Now, here's the thing: I've been breaking these rules for pretty much my entire adult life. And during that time, I've always not only lived within my income but saved a sizable chunk of it (especially since my marriage). I've regularly funded my retirement accounts, if not always to the max, at least up to 10 percent of my income. Brian and I paid for our own wedding, paid cash for our last car, and paid off our mortgage—the only debt we'd ever had—in six years. And even with the major drop in my freelance income over the past year, we're on track to retire before age 60. Yet according to award-winning journalist Liz Weston, we're doing everything wrong and sabotaging any hope of ever achieving financial independence. Clearly, there's something amiss here.

I think the basic problem with this article is that it starts from the premise that the reader is hopeless with money. If you have it, Weston assumes, you'll spend it, so the only way to save any is to trick yourself. Set aside a fixed amount out of every paycheck and have it magically whisked away to another account, where you can't easily reach it. And then, to make sure you don't break the piggy bank, sort all the money out into little individual sub-accounts, each clearly labeled to remind you what it's for and stop you from trying to use it for anything else. All this is probably sound advice for people who really do have trouble managing their money, and if Weston made it clear at the outset that this was her target audience, I'd have no quibble with her article. I'd just read the first paragraph, see that it wasn't addressed to me, and move on.

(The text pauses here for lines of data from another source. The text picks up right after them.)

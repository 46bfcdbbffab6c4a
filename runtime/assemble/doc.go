// Package assemble builds global sparse systems from element kernels: the
// kernel interfaces shared by the interpreted kernels (runtime/interp) and
// the generated Go kernels of the back end, and a parallel, deterministic
// assembler over a mesh and a dof map.
//
// Place in the flow lang -> compiler -> runtime: kernels implement the
// lowered form of a model; the Assembler loops over the mesh's cells and
// boundary facets, scatters element matrices into a CSR matrix (pattern
// from sparse.PatternFromElements, positions precomputed with
// sparse.CSR.ScatterIndex), and runtime/problem imposes Dirichlet values
// (sparse.CSR.EliminateRows) and solves with runtime/linsolve.
//
// # Determinism
//
// Assemble gives bit-identical matrices and vectors for every worker
// count: each matrix and vector entry receives its cell contributions in
// increasing cell order (see Assembler.Assemble for how), then its facet
// contributions in facet order.
//
// # Parallel loop
//
// Cells are split into contiguous chunks that workers take in turn; a
// chunk adds straight into the rows only it and later chunks touch and
// logs its contributions to rows shared with earlier chunks, which are
// replayed in chunk order at the end (see chunkPlan). The per-worker
// buffers are padded so that no two workers write one cache line.
//
// # Allocation
//
// Per-worker buffers are made once per Assemble call and the chunk logs
// once per Assembler; the per-cell path (gather coordinates and previous
// values, kernel, scatter) does not allocate.
package assemble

But Weston doesn't do this. Instead, she leads off with, "Too many of us don't know how to save." Notice that us there? She's trying to make her advice sound universal. Instead of saying, "This is a problem for some people, and if you're one of them, here's what to do," she's insinuating, "Hey, look, this happens to everyone—to all of us—and it's okay, I know how to fix it." But the truth is, people aren't all alike. Their personalities are different, and so are their financial situations. And when it comes to financial advice, one size is never going to fit all.

I'm not asking Weston, or any other financial writer, to stop giving advice that doesn't happen to be relevant to me. I'm just asking them to stop claiming it is relevant to me. They don't know anything about me or my situation, and it's arrogant and obnoxious to pretend they know how I'll behave in a given situation—even to the point of insisting that if I think otherwise, I'm just deceiving myself. If these writers want to tell me what some people, or even most people, do with their money and why it's a problem, fine. Just stop assuming I'm one of them.